Айрис Мердок - Алое и зеленое
Так, например, его мать не любила тетю Миллисент потому, что завидовала ее титулу и богатству, и еще потому, что та не поощряла светских устремлений Хильды. Кэтлин, как говорили, была очень привязана к своему брату Артуру и в его браке с Милли усматривала, справедливо или нет, что-то унизительное и обидное — впрочем, все более или менее сходились в том, что Милли вышла за него по расчету. И в ранней смерти Артура тоже было принято косвенно винить Милли. «Бедный Артур, — любила повторять Хильда, — Милли просто съела его живьем. Кэтлин ей так этого и не простила». Неприязнь Франсис едва ли можно было объяснить приверженностью к Кэтлин или к Хильде — и та и другая были ей далеки, чтобы не сказать больше; скорее тут имелась более простая причина: тревожная зависть молоденькой девушки к женщине старше ее годами, до бесспорной элегантности и блеска которой ей было явно не дотянуться, хоть она и отзывалась о таких качествах с презрением. Или еще проще: возможно, что Фрэнсис подвергла Милли какой-то моральной оценке и результат не удовлетворил ее.

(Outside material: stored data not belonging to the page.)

/** JSON Schema of what the Animals page's requests may hold, and of what they are answered. */
import { readFileSync } from 'node:fs';
import { entrySchemaFile } from '../../animals/entryFile.js';
import { list, orNull, shape } from '../rules/answerSchemas.js';
import { closed, text } from '../schemas.js';

const { $defs } = JSON.parse(readFileSync(entrySchemaFile(), 'utf8')) as {
  $defs: Record<string, { properties?: Record<string, unknown> }>;
};
const { day, grams, ul } = $defs;

/** A piece of the entries' own schema, with what it refers to in its place. */
function resolved(node: unknown): unknown {
  if (Array.isArray(node)) return node.map(resolved);
  if (typeof node !== 'object' || node === null) return node;
  const { $ref } = node as { $ref?: string };
  if ($ref !== undefined) return resolved($defs[$ref.slice('#/$defs/'.length)]);
  return Object.fromEntries(Object.entries(node).map(([key, value]) => [key, resolved(value)]));
}

const card = closed([], resolved($defs.card!.properties) as Record<string, unknown>);

const animal = text(40, 1);
const said = { by: text(64), at: text(40), note: text(500), sure: { type: 'boolean' } };
const doing = (name: string, required: string[], properties: Record<string, unknown>) =>
  closed(['do', 'animal', ...required], {
    do: { const: name },
    animal,
    by: text(64),
    ...properties,
  });

export const animalsParams = closed(['animal'], { animal });

/** One entry, told apart by what it does. */
export const animalsBody = {
  type: 'object',
  required: ['do'],
  discriminator: { propertyName: 'do' },
  oneOf: [
    doing('add', ['set'], { set: card }),
    doing('change', ['set'], { set: { ...card, minProperties: 1 }, from: day, reason: text(500) }),
    doing('weigh', ['grams'], { grams, ...said }),
    doing('water', ['ul'], { ul, ...said }),
    doing('correct', ['of', 'reason'], { of: text(64, 1), grams, ul, reason: text(500, 1) }),
  ],
} as const;

const string = { type: 'string' } as const;
const number = { type: 'number' } as const;
const integer = { type: 'integer' } as const;
const boolean = { type: 'boolean' } as const;

const troubles = list(shape({ animal: string, what: string }));
const weighed = shape({
  ...{ day: string, at: string, grams: number, percent: orNull(number) },
  level: { enum: ['fine', 'near', 'below', 'unknown'] },
});
const sessionWater = shape(
  {
    ...{ givenUl: number, uncertainUl: number, drops: integer },
    ...{ notLickedUl: number, notLickedDrops: integer, licksUnknown: boolean },
  },
  ['licksUnknown'],
);
const session = shape({
  ...{ session: string, rig: string, at: string, day: string },
  override: orNull(shape({ reason: string, against: list(string) })),
  ...{ water: orNull(sessionWater), endId: orNull(string), correction: orNull(string) },
});
const handWater = shape({
  ...{ id: string, at: string, day: string, by: string, note: string, ul: number },
  ...{ struck: boolean, correction: orNull(string) },
});
const dayWater = shape({
  ...{ day: string, sessions: list(session), byHand: list(handWater), open: list(session) },
  ...{ earnedUl: number, uncertainUl: number, notLickedUl: number, byHandUl: number },
  ...{ targetUl: orNull(number), due: orNull(shape({ leastUl: number, mostUl: number })) },
});
const row = {
  ...{ animal: string, card: { type: 'object' }, today: orNull(weighed), last: orNull(weighed) },
  ...{ water: dayWater, lastSession: orNull(session), evening: string },
};

/** For the description (OpenAPI), by name. */
export const animalsSchemas = {
  AnimalEntry: animalsBody,
  AnimalWritten: shape({ done: { const: true }, id: string }),
  Animals: shape({
    ...{ folder: orNull(string), zone: string, day: string, animals: list(shape(row)), troubles },
  }),
  Animal: shape({
    ...{ ...row, zone: string, day: string, weights: list(weighed), days: list(dayWater) },
    ...{ sessions: list(session), entries: list({ type: 'object' }), troubles },
  }),
} as const;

Эндрю не раз замечал, порою с некоторым беспокойством, что его невеста способна на весьма категорические моральные суждения.
— Говорят, в Кингстауне будет теперь общий пляж, — сказала Хильда, чьи мысли, очевидно, задержались на безобразиях современной жизни. — Я этого не одобряю. При том, какие сейчас носят купальные костюмы! Мы с Франсис видели тут на пляже одну девушку, у нее ноги были голые чуть не до самого верху. Помнишь, Франсис?
Франсис улыбнулась.
— У нее были очень красивые ноги.
— Дорогая моя, я не сомневаюсь, что у тебя тоже очень красивые ноги, но это никого не касается, кроме тебя самой.
Эндрю, которого такое суждение и позабавило и задело, вдруг поймал на себе взгляд Кристофера. Тот едв, а заметно ему улыбнулся. Эндрю в смятении опустил глаза и стал теребить усики. В том, что он сейчас встретился взглядом с Кристофером, было что-то непристойное. Точно они перемигнулись. Он вдруг ощутил какую-то насмешку, какую-то угрозу. Нет, никогда ему не понять Кристофера.
А тот, очевидно уловив, его смущение, поспешил заговорить.
— Ничего из этих общих пляжей не выйдет. Отец Райен уже выразил протест по этому поводу. На сей раз, Хильда, вы и католики смотрите на вещи одинаково.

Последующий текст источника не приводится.